*Exercise objective*: In the entries below, find the line with "package dataset" and the line with "two full-precision float". Reproduce those two lines and every line between them exactly, and nothing more.

(Saved data entries)

--------------------

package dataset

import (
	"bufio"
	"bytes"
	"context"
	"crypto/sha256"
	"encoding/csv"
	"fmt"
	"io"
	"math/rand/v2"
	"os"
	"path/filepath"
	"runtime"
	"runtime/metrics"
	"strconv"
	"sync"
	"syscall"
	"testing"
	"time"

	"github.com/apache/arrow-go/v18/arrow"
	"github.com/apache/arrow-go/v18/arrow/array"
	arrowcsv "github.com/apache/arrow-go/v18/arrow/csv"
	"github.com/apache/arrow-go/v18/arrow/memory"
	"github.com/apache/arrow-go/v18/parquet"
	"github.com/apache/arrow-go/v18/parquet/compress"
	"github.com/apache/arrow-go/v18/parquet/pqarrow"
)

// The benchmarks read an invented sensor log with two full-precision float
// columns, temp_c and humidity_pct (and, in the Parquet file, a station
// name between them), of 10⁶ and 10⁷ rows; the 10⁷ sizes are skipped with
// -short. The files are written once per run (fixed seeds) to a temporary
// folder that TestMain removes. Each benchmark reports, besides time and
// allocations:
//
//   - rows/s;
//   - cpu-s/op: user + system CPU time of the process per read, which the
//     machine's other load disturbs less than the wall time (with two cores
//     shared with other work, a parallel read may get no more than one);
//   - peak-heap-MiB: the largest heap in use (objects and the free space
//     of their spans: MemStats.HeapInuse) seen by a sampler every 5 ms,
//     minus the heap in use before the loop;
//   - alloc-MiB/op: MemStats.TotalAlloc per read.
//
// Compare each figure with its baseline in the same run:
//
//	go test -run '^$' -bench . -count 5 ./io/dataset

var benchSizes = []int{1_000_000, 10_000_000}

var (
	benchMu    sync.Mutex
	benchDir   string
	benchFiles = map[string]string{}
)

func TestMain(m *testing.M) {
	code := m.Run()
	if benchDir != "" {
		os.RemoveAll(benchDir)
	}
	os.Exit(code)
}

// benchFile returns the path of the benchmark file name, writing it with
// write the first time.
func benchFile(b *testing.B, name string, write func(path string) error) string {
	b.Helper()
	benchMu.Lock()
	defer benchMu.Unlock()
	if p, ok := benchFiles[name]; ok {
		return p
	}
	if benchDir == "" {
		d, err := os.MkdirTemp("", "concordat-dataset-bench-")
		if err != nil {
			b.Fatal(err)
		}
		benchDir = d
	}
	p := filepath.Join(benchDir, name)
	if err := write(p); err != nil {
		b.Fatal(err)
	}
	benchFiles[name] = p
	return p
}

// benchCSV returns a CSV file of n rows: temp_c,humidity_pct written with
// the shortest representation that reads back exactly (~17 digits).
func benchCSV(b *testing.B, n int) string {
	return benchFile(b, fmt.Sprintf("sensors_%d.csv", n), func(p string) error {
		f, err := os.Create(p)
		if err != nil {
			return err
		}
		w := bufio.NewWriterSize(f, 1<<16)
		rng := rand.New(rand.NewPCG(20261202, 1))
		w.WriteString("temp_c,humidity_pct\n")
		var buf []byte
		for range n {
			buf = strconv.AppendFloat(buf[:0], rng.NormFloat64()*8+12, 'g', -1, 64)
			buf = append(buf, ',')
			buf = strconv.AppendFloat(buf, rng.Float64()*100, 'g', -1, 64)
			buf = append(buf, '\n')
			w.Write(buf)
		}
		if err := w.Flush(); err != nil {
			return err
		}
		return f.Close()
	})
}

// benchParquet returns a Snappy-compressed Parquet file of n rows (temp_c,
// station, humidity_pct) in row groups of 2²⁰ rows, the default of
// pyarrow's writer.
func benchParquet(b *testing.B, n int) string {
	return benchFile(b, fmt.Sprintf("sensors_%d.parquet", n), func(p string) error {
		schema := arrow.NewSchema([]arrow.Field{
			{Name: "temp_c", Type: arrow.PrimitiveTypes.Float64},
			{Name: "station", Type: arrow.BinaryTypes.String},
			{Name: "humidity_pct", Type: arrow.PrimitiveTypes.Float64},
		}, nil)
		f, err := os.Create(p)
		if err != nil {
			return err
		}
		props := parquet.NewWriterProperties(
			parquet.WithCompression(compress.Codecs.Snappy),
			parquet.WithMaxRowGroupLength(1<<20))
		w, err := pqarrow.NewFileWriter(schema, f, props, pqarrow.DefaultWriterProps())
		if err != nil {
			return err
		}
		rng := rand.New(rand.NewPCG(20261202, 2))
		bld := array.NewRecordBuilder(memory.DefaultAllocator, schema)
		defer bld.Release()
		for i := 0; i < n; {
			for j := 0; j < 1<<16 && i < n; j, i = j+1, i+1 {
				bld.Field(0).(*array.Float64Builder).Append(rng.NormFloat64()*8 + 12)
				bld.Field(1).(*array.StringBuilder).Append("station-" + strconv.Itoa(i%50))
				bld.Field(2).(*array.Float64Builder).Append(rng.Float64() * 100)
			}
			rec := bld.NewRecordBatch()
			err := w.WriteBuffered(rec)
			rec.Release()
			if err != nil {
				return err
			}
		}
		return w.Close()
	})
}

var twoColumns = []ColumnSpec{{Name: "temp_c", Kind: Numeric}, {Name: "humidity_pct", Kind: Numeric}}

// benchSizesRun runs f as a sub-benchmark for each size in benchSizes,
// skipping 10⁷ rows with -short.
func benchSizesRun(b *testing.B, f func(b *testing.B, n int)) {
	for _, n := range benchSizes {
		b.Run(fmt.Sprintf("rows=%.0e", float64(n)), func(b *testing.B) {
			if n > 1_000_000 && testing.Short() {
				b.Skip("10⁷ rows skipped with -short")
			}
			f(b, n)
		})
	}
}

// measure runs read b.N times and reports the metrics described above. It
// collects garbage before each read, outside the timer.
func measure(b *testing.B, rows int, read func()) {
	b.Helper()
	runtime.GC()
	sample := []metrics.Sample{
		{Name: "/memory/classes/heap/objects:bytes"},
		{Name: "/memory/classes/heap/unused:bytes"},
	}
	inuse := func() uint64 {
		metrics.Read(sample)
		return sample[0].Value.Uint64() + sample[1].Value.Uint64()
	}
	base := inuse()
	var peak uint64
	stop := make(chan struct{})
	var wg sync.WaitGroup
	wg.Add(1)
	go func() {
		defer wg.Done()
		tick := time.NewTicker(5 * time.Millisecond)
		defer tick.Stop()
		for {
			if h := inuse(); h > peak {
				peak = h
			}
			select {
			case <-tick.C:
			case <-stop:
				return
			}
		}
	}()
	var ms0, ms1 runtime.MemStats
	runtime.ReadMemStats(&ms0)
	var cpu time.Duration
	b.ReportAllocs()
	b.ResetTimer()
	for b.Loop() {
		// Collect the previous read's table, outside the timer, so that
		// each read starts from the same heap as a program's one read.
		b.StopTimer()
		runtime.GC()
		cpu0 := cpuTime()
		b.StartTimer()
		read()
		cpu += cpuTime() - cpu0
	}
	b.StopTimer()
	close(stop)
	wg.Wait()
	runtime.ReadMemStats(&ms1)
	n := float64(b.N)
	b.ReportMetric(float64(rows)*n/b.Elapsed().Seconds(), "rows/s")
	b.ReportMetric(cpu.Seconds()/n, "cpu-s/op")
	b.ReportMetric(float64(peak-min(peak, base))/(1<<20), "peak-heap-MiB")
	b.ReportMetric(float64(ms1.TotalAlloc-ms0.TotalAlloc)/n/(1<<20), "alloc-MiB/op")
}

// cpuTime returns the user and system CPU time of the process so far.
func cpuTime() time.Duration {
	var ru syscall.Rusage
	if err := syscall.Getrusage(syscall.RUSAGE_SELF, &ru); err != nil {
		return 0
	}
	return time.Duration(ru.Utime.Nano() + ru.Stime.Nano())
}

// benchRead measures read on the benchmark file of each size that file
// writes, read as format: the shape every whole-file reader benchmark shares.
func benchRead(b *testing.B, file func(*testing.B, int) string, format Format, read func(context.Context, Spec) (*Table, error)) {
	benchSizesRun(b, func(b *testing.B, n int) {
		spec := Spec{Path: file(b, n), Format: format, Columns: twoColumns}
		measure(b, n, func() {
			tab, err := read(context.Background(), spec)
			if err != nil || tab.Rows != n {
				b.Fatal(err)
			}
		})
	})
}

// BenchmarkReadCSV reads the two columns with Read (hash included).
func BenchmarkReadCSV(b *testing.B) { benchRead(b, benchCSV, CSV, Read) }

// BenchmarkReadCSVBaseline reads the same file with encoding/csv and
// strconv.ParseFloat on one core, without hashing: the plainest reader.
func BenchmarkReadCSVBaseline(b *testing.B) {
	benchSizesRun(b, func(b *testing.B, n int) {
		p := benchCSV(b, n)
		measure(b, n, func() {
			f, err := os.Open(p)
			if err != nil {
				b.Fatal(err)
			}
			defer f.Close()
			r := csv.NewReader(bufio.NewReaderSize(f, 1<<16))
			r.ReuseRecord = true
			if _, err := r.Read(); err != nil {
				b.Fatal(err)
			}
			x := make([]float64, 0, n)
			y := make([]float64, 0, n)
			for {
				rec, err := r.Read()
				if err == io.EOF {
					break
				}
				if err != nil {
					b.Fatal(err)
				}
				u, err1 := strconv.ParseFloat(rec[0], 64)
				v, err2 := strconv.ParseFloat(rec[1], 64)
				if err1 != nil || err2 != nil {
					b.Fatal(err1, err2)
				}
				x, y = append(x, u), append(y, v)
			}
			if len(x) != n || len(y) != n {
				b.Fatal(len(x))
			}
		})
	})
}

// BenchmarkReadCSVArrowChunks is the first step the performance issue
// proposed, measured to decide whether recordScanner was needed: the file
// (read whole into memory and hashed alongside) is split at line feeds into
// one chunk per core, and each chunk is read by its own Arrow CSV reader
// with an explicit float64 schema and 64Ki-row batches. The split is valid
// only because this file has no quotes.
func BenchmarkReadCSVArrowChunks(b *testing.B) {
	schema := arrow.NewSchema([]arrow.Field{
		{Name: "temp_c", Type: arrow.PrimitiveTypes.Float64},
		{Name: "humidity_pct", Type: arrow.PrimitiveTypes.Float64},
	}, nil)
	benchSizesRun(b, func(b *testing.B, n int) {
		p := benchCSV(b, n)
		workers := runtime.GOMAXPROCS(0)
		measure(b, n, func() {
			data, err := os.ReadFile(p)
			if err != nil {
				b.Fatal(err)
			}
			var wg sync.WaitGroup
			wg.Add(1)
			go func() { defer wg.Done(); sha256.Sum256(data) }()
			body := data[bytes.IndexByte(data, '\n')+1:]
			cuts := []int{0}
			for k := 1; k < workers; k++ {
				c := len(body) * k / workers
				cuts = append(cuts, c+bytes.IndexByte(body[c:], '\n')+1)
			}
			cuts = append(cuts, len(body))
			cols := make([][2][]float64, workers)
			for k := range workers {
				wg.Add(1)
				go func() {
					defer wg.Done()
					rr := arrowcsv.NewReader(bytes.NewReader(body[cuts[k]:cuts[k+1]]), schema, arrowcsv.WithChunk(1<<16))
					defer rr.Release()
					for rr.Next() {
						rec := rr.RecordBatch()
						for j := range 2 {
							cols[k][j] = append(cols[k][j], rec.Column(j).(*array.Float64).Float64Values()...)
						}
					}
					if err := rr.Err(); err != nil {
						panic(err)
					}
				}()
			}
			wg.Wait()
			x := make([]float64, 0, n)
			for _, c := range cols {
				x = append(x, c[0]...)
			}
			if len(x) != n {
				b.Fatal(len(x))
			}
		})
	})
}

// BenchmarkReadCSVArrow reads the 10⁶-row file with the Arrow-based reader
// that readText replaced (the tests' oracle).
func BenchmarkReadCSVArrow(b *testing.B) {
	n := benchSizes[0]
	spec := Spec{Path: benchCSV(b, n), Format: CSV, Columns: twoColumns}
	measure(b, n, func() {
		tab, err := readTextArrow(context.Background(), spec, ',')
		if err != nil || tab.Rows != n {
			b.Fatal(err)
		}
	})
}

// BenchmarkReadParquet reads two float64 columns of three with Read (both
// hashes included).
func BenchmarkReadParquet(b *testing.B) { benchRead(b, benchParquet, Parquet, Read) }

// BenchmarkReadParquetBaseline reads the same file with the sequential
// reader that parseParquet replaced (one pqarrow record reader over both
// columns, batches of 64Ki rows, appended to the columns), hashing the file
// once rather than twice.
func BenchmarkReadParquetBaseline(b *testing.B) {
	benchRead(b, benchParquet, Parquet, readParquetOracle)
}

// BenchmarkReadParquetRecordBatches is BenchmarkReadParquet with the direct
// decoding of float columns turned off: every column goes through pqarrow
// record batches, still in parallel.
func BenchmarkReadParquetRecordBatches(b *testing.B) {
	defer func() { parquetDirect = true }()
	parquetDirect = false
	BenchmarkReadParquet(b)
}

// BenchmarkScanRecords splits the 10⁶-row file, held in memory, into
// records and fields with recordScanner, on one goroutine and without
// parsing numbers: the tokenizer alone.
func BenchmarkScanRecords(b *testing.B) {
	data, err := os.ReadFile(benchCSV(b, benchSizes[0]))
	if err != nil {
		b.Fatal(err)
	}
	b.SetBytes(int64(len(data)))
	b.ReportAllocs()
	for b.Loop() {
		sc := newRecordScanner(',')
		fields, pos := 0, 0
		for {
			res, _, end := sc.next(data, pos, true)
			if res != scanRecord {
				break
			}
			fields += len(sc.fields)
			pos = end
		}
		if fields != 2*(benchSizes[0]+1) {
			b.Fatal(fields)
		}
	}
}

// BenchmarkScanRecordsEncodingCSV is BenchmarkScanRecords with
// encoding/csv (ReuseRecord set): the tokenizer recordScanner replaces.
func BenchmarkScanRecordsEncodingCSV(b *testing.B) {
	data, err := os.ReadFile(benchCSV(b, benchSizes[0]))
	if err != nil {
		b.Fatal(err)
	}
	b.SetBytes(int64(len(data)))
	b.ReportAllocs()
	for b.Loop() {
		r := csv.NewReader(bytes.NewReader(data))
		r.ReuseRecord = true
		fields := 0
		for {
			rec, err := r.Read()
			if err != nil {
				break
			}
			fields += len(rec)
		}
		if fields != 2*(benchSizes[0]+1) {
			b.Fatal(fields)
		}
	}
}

--------------------

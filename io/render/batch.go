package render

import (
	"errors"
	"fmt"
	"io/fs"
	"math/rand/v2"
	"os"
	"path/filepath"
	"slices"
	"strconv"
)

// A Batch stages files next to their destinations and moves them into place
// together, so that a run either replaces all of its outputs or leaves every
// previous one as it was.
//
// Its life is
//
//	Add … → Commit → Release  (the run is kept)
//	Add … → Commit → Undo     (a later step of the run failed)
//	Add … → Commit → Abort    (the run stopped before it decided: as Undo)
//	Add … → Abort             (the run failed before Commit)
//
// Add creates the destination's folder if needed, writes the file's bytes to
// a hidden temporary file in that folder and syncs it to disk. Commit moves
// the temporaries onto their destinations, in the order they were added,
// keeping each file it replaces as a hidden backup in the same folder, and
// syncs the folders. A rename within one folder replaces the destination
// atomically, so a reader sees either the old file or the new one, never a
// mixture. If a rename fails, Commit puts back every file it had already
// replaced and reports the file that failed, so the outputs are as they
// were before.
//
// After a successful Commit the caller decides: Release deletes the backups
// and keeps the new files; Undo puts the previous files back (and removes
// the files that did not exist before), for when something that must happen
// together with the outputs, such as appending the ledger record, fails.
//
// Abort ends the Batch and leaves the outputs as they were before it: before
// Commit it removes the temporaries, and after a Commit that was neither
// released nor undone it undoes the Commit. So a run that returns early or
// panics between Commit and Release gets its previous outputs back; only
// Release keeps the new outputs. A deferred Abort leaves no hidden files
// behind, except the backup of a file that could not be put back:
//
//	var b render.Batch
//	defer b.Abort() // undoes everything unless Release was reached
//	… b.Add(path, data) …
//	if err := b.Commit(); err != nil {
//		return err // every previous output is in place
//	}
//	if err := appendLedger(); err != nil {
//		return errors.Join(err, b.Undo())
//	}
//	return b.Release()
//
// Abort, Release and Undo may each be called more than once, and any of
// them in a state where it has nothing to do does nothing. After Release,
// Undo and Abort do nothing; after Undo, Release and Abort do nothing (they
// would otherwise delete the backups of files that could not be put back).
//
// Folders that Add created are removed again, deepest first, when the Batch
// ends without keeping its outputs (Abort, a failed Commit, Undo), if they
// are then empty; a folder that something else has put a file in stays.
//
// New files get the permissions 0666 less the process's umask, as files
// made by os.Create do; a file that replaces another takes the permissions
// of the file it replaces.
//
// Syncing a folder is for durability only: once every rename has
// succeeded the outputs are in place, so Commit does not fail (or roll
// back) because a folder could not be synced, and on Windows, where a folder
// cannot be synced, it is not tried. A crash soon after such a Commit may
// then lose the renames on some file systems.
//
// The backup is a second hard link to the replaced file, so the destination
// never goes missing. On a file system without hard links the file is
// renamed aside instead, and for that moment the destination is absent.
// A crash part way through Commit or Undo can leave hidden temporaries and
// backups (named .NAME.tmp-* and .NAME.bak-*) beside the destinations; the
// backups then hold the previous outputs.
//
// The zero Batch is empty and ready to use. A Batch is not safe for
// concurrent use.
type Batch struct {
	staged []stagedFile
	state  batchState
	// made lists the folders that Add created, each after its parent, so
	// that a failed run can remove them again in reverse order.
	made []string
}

--------------------

*Your response*:
package dataset

import (
	"bufio"
	"bytes"
	"context"
	"crypto/sha256"
	"encoding/csv"
	"fmt"
	"io"
	"math/rand/v2"
	"os"
	"path/filepath"
	"runtime"
	"runtime/metrics"
	"strconv"
	"sync"
	"syscall"
	"testing"
	"time"

	"github.com/apache/arrow-go/v18/arrow"
	"github.com/apache/arrow-go/v18/arrow/array"
	arrowcsv "github.com/apache/arrow-go/v18/arrow/csv"
	"github.com/apache/arrow-go/v18/arrow/memory"
	"github.com/apache/arrow-go/v18/parquet"
	"github.com/apache/arrow-go/v18/parquet/compress"
	"github.com/apache/arrow-go/v18/parquet/pqarrow"
)

// The benchmarks read an invented sensor log with two full-precision float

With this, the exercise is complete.